43. The method of claim 39 wherein the individual is undergoing therapy for major depressive disorder.

44. The method of claim 39 wherein the individual has completed therapy for major depressive disorder.

45. The method of claim 39 wherein the first sample is taken when the individual is treatment naïve and the second sample is taken when the individual is undergoing treatment for major depressive disorder.

46. The method of claim 39 wherein the first sample is taken when the individual is treatment naïve and the second sample is taken when the individual has completed therapy for major depressive disorder.

47. The method of claim 39 wherein the first sample is taken when the individual is undergoing treatment for major depressive disorder and the second sample is taken when the individual has completed therapy for major depressive disorder.

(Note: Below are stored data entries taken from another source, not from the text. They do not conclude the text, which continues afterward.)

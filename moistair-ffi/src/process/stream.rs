//! Streams, what they carry, and what a process gives to them.

use moistair_core::process::{AirStream, Exchange, WetStream};
use moistair_core::{AirWithCondensate, Density, Freezing, HeatFlow, VolumeFlow};

use super::{celsius, enthalpy, finite, mass_flow, ratio};
use crate::memory::{Answer, answer, read};
use crate::state::{moistair_basis, moistair_state};
use crate::status::{Failure, moistair_error};

/// Water below the melting temperature freezes.
pub const MOISTAIR_FREEZING_EQUILIBRIUM: i32 = 0;
/// Water stays liquid, supercooled, down to -40 °C.
pub const MOISTAIR_FREEZING_SUPERCOOLED: i32 = 1;

/// Moist air with its dry-air mass flow.
#[repr(C)]
#[derive(Clone, Copy, Debug)]
pub struct moistair_stream {
    /// State of the air.
    pub air: moistair_state,
    /// Dry-air mass flow [kg/s].
    pub dry_air_flow: f64,
}

/// Moist air with the liquid water and ice that it carries.
/// As an input air, liquid and ice are read, and checked; the rest is computed anew.
#[repr(C)]
#[derive(Clone, Copy, Debug)]
pub struct moistair_air_with_condensate {
    /// State of the gas.
    pub air: moistair_state,
    /// Liquid water per mass of dry air [kg/kg].
    pub liquid: f64,
    /// Ice per mass of dry air [kg/kg].
    pub ice: f64,
    /// Vapor, liquid and ice per mass of dry air [kg/kg].
    pub total_water: f64,
    /// Enthalpy of gas and condensate per mass of dry air [J/kg].
    pub specific_enthalpy: f64,
}

/// Air that may carry condensate, with its dry-air mass flow. The stream of its gas alone is {mixture.air, dry_air_flow}.
#[repr(C)]
#[derive(Clone, Copy, Debug)]
pub struct moistair_wet_stream {
    /// Gas and condensate.
    pub mixture: moistair_air_with_condensate,
    /// Dry-air mass flow [kg/s].
    pub dry_air_flow: f64,
}

/// What a process gave to the air.
#[repr(C)]
#[derive(Clone, Copy, Debug)]
pub struct moistair_exchange {
    /// Heat through a surface, into the air [W].
    pub heat: f64,
    /// Water into the air [kg/s]; negative for condensate.
    pub water: f64,
    /// Enthalpy that came with that water [W].
    pub water_enthalpy_flow: f64,
}

impl moistair_stream {
    pub(super) fn to_core(self) -> Result<AirStream, Failure> {
        Ok(AirStream::new(self.air.to_core()?, mass_flow(self.dry_air_flow))?)
    }
}

impl moistair_air_with_condensate {
    pub(super) fn to_core(self) -> Result<AirWithCondensate, Failure> {
        Ok(AirWithCondensate::new(self.air.to_core()?, ratio(self.liquid), ratio(self.ice))?)
    }
}

impl moistair_wet_stream {
    pub(super) fn to_core(self) -> Result<WetStream, Failure> {
        Ok(WetStream::new(self.mixture.to_core()?, mass_flow(self.dry_air_flow))?)
    }
}

impl From<AirStream> for moistair_stream {
    fn from(stream: AirStream) -> Self {
        Self { air: stream.air().into(), dry_air_flow: stream.dry_air_flow().kilograms_per_second() }
    }
}

impl From<AirWithCondensate> for moistair_air_with_condensate {
    fn from(wet: AirWithCondensate) -> Self {
        Self {
            air: wet.air().into(),
            liquid: wet.liquid().kilograms_per_kilogram(),
            ice: wet.ice().kilograms_per_kilogram(),
            total_water: wet.total_water().kilograms_per_kilogram(),
            specific_enthalpy: wet.specific_enthalpy().joules_per_kilogram(),
        }
    }
}

impl From<WetStream> for moistair_wet_stream {
    fn from(stream: WetStream) -> Self {
        Self { mixture: stream.air().into(), dry_air_flow: stream.dry_air_flow().kilograms_per_second() }
    }
}

impl From<Exchange> for moistair_exchange {
    fn from(exchange: Exchange) -> Self {
        Self {
            heat: exchange.heat.watts(),
            water: exchange.water.kilograms_per_second(),
            water_enthalpy_flow: exchange.water_enthalpy_flow.watts(),
        }
    }
}

impl From<moistair_exchange> for Exchange {
    fn from(exchange: moistair_exchange) -> Self {
        Self {
            heat: HeatFlow::from_watts(exchange.heat),
            water: mass_flow(exchange.water),
            water_enthalpy_flow: HeatFlow::from_watts(exchange.water_enthalpy_flow),
        }
    }
}

impl Answer for moistair_stream {
    fn is_finite(&self) -> bool {
        self.air.is_finite() && finite([self.dry_air_flow])
    }
}

impl Answer for moistair_air_with_condensate {
    fn is_finite(&self) -> bool {
        self.air.is_finite() && finite([self.liquid, self.ice, self.total_water, self.specific_enthalpy])
    }
}

impl Answer for moistair_wet_stream {
    fn is_finite(&self) -> bool {
        self.mixture.is_finite() && finite([self.dry_air_flow])
    }
}

impl Answer for moistair_exchange {
    fn is_finite(&self) -> bool {
        finite([self.heat, self.water, self.water_enthalpy_flow])
    }
}

pub(super) fn freezing(selector: i32) -> Result<Freezing, Failure> {
    match selector {
        MOISTAIR_FREEZING_EQUILIBRIUM => Ok(Freezing::Equilibrium),
        MOISTAIR_FREEZING_SUPERCOOLED => Ok(Freezing::Supercooled),
        _ => Err(Failure::UnknownSelector(selector)),
    }
}

/// A stream from its dry-air mass flow.
///
/// air: a state; dry_air_flow: [kg/s], 0 to 1e6; stream: output; error: may be null.
/// Returns 0, 1xx, 2xx.
#[unsafe(no_mangle)]
pub unsafe extern "C" fn moistair_stream_from_mass_flow(
    air: *const moistair_state,
    dry_air_flow: f64,
    stream: *mut moistair_stream,
    error: *mut moistair_error,
) -> i32 {
    let call = || {
        // SAFETY: the caller's pointers.
        Ok(AirStream::new(unsafe { read(air) }?.to_core()?, mass_flow(dry_air_flow))?.into())
    };
    // SAFETY: the caller's pointers.
    unsafe { answer(stream, error, call) }
}

/// A stream from its volume flow at the state of the air.
///
/// air: a state; volume_flow: [m³/s], 0 to 1e6; stream: output; error: may be null.
/// Returns 0, 1xx, 2xx.
#[unsafe(no_mangle)]
pub unsafe extern "C" fn moistair_stream_from_volume_flow(
    air: *const moistair_state,
    volume_flow: f64,
    stream: *mut moistair_stream,
    error: *mut moistair_error,
) -> i32 {
    let call = || {
        let flow = VolumeFlow::from_cubic_meters_per_second(volume_flow);
        // SAFETY: the caller's pointers.
        Ok(AirStream::from_volume_flow(unsafe { read(air) }?.to_core()?, flow)?.into())
    };
    // SAFETY: the caller's pointers.
    unsafe { answer(stream, error, call) }
}

/// A stream from a standard volume flow: that of its dry air at a reference density.
///
/// air: a state; volume_flow: [m³/s], 0 to 1e6; reference_density: [kg/m³] of dry air, such as 1.2; 0.5 to 2; stream: output; error: may be
/// null.
/// Returns 0, 1xx, 2xx.
#[unsafe(no_mangle)]
pub unsafe extern "C" fn moistair_stream_from_standard_volume_flow(
    air: *const moistair_state,
    volume_flow: f64,
    reference_density: f64,
    stream: *mut moistair_stream,
    error: *mut moistair_error,
) -> i32 {
    let call = || {
        let flow = VolumeFlow::from_cubic_meters_per_second(volume_flow);
        let density = Density::from_kilograms_per_cubic_meter(reference_density);
        // SAFETY: the caller's pointers.
        Ok(AirStream::from_standard_volume_flow(unsafe { read(air) }?.to_core()?, flow, density)?.into())
    };
    // SAFETY: the caller's pointers.
    unsafe { answer(stream, error, call) }
}

/// A stream that carries liquid water and ice.
///
/// stream: the gas; liquid: [kg/kg] of dry air, 0 to 10; ice: [kg/kg] of dry air, 0 to 10; wet_stream: output; error: may be null.
/// Returns 0, 1xx, 2xx.
#[unsafe(no_mangle)]
pub unsafe extern "C" fn moistair_wet_stream_from_stream(
    stream: *const moistair_stream,
    liquid: f64,
    ice: f64,
    wet_stream: *mut moistair_wet_stream,
    error: *mut moistair_error,
) -> i32 {
    let call = || {
        // SAFETY: the caller's pointers.
        let gas = unsafe { read(stream) }?.to_core()?;
        let wet = AirWithCondensate::new(gas.air(), ratio(liquid), ratio(ice))?;
        Ok(WetStream::new(wet, gas.dry_air_flow())?.into())
    };
    // SAFETY: the caller's pointers.
    unsafe { answer(wet_stream, error, call) }
}

/// Vapor and condensate in equilibrium at a temperature, from the water of all phases together: as much vapor as the air holds, the rest ice
/// below the melting temperature and liquid from there on (liquid down to -40 °C if supercooled).
///
/// dry_bulb: [°C], -80 to 150; total_water: [kg/kg] of dry air, 0 to 10; freezing: MOISTAIR_FREEZING_EQUILIBRIUM or
/// MOISTAIR_FREEZING_SUPERCOOLED; basis: pressure and formulation; mixture: output; error: may be null.
/// Returns 0, 1xx, 2xx.
#[unsafe(no_mangle)]
pub unsafe extern "C" fn moistair_from_dry_bulb_and_water(
    dry_bulb: f64,
    total_water: f64,
    freezing: i32,
    basis: moistair_basis,
    mixture: *mut moistair_air_with_condensate,
    error: *mut moistair_error,
) -> i32 {
    let call = || {
        let freezing = self::freezing(freezing)?;
        let (dry_bulb, water) = (celsius(dry_bulb), ratio(total_water));
        Ok(AirWithCondensate::from_dry_bulb_and_water(dry_bulb, water, freezing, basis.to_core()?)?.into())
    };
    // SAFETY: the caller's pointers.
    unsafe { answer(mixture, error, call) }
}

/// Vapor, liquid and ice in equilibrium, from the enthalpy and the water of all phases together.
///
/// specific_enthalpy: [J/kg] of dry air; total_water: [kg/kg] of dry air, 0 to 10; freezing: MOISTAIR_FREEZING_EQUILIBRIUM or
/// MOISTAIR_FREEZING_SUPERCOOLED; basis: pressure and formulation; mixture: output; error: may be null.
/// Returns 0, 1xx, 2xx, 301 (outside the range of states).
#[unsafe(no_mangle)]
pub unsafe extern "C" fn moistair_from_enthalpy_and_water(
    specific_enthalpy: f64,
    total_water: f64,
    freezing: i32,
    basis: moistair_basis,
    mixture: *mut moistair_air_with_condensate,
    error: *mut moistair_error,
) -> i32 {
    let call = || {
        let freezing = self::freezing(freezing)?;
        let (enthalpy, water) = (enthalpy(specific_enthalpy), ratio(total_water));
        Ok(AirWithCondensate::from_enthalpy_and_water(enthalpy, water, freezing, basis.to_core()?)?.into())
    };
    // SAFETY: the caller's pointers.
    unsafe { answer(mixture, error, call) }
}

/// Specific enthalpy of liquid water on the datum of a basis.
///
/// temperature: [°C], 0 to 200; basis: pressure and formulation; specific_enthalpy: output [J/kg]; error: may be null.
/// Returns 0, 1xx, 2xx.
#[unsafe(no_mangle)]
pub unsafe extern "C" fn moistair_liquid_water_enthalpy(
    temperature: f64,
    basis: moistair_basis,
    specific_enthalpy: *mut f64,
    error: *mut moistair_error,
) -> i32 {
    let call = || {
        let enthalpy = moistair_core::liquid_water_enthalpy(celsius(temperature), basis.to_core()?)?;
        Ok(enthalpy.joules_per_kilogram())
    };
    // SAFETY: the caller's pointers.
    unsafe { answer(specific_enthalpy, error, call) }
}

const _: () = {
    assert!(size_of::<moistair_stream>() == 112 && size_of::<moistair_exchange>() == 24);
    assert!(size_of::<moistair_air_with_condensate>() == 136 && size_of::<moistair_wet_stream>() == 144);
    assert!(Freezing::Equilibrium as i32 == MOISTAIR_FREEZING_EQUILIBRIUM);
    assert!(Freezing::Supercooled as i32 == MOISTAIR_FREEZING_SUPERCOOLED);
};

48. The method according to claim 39, wherein the level of the biomarkers is detected by a method selected from NMR, SELDI(-TOF), MALDI(-TOF), 1-D gel-based analysis, 2-D gel-based analysis, mass spectrometry (MS), reverse phase (RP) LC, size permeation (gel filtration), ion exchange, affinity, HPLC, UPLC or other LC or LC-MS-based techniques, and combinations thereof.

49. The method of claim 39 wherein the sample is cerebrospinal fluid, whole blood, blood serum, plasma, urine, saliva, or other bodily fluid, or breath, condensed breath, or an extract or purification therefrom, or dilution thereof.